### PROBLEM REQUIREMENTS
Read the records below and copy each line that contains "ends".

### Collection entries
______________________________

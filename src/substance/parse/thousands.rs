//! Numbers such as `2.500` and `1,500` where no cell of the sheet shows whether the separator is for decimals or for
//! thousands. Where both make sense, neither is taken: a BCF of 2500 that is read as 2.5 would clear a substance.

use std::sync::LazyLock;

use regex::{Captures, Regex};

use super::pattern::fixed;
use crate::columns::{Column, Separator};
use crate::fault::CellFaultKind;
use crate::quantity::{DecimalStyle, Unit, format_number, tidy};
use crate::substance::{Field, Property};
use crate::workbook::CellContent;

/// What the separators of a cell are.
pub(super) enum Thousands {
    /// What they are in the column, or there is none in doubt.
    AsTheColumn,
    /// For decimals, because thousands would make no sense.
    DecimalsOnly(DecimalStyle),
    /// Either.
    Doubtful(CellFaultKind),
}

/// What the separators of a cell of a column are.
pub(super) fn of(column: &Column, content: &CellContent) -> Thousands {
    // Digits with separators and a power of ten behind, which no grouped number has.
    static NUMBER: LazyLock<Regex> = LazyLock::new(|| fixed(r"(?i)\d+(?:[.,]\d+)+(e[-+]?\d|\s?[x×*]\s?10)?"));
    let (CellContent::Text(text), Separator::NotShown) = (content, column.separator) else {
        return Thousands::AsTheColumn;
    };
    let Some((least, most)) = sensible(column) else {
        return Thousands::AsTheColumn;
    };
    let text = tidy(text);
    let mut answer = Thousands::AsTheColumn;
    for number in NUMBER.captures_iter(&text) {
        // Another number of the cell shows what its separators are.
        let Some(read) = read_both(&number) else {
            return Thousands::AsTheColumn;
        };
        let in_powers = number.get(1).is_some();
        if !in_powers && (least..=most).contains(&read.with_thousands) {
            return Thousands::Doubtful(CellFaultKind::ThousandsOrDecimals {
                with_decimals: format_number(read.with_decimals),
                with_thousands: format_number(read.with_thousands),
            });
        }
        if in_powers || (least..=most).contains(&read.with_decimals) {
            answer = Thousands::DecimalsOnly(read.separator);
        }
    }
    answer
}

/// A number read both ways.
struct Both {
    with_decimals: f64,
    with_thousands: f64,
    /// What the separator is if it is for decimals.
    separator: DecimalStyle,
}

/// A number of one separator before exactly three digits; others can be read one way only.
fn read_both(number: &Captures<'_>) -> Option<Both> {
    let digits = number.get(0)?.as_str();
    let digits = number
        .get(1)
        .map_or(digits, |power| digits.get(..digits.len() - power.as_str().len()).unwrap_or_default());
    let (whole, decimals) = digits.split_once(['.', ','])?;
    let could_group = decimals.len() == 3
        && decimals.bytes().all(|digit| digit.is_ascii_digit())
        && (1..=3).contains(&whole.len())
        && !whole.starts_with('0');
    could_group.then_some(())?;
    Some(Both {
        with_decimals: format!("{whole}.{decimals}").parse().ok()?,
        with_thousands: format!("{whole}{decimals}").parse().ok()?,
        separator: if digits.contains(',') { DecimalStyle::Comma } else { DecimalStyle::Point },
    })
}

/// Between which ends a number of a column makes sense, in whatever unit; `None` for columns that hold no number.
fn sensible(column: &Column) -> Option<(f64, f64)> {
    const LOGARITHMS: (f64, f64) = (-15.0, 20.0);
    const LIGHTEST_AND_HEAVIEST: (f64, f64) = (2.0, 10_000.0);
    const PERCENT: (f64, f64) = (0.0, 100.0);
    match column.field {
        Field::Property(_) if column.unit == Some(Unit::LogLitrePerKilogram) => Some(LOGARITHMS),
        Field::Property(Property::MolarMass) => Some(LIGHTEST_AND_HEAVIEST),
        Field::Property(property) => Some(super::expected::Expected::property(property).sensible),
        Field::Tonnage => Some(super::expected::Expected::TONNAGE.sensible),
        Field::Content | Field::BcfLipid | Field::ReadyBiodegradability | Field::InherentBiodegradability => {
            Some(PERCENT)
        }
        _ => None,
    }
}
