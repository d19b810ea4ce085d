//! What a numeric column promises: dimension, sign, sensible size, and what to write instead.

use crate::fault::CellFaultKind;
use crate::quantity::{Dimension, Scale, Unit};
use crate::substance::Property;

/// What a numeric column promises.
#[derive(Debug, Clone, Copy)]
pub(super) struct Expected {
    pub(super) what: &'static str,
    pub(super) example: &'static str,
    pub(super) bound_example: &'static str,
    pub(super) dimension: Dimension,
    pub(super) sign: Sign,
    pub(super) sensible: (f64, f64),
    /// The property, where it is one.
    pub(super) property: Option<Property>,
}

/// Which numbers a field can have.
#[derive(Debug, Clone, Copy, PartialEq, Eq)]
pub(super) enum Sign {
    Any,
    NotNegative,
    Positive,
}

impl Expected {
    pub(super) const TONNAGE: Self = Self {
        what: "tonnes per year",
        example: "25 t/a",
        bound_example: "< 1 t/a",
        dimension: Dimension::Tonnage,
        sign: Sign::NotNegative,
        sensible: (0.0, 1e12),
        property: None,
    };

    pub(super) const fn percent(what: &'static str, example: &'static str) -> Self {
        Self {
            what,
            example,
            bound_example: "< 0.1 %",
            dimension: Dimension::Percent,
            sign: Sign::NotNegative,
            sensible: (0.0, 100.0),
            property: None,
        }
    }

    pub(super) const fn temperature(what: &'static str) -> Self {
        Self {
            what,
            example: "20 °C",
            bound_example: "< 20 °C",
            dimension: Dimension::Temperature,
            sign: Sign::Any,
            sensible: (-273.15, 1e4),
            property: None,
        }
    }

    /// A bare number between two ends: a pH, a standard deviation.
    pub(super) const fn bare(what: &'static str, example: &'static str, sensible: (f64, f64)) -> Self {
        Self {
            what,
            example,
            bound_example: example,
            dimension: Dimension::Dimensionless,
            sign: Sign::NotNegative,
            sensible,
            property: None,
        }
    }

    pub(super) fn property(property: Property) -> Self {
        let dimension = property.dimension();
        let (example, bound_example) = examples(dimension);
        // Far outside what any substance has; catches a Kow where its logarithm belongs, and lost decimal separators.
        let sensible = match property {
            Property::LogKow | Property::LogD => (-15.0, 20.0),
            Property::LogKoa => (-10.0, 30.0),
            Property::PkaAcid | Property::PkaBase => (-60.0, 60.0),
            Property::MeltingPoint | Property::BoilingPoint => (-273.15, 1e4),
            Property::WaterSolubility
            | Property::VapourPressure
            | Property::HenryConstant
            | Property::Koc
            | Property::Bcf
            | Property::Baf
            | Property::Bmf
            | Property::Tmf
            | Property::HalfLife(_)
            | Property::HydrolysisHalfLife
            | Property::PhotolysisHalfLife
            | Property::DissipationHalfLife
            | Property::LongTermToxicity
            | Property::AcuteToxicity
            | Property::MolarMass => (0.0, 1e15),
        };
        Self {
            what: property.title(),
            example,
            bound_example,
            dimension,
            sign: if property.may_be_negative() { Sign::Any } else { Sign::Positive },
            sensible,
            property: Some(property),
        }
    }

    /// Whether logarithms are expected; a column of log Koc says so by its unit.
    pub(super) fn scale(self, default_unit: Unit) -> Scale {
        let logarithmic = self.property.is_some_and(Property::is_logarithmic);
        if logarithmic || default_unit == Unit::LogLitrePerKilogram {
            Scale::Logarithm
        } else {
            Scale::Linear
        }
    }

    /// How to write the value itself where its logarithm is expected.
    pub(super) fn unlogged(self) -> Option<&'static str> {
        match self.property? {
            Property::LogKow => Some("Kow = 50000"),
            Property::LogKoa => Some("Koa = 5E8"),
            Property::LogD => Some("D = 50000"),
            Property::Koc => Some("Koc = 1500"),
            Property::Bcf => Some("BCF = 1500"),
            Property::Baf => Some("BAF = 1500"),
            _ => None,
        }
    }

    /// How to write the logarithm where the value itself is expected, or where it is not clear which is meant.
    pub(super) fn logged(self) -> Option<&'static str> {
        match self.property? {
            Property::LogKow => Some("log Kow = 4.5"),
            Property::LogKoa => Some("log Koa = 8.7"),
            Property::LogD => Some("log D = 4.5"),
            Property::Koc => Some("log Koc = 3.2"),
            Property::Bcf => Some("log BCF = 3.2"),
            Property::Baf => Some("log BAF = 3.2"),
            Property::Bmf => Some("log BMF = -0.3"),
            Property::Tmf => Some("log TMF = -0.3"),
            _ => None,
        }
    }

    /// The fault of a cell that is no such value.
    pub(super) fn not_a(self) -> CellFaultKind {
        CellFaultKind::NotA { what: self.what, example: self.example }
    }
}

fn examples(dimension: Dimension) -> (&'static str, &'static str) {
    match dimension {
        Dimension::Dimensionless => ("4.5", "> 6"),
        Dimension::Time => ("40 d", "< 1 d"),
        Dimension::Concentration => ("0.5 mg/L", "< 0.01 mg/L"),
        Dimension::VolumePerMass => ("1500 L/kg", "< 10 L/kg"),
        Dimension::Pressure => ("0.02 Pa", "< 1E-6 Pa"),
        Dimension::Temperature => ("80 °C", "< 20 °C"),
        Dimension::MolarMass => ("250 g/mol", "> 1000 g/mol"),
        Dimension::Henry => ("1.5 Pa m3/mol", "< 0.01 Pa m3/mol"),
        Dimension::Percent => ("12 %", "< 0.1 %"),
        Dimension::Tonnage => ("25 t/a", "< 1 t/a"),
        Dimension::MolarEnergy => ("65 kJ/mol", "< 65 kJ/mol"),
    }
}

______________________________

### RESPONSE FOR THIS EXERCISE
/// Between which ends a number of a column makes sense, in whatever unit; `None` for columns that hold no number.
    /// A bare number between two ends: a pH, a standard deviation.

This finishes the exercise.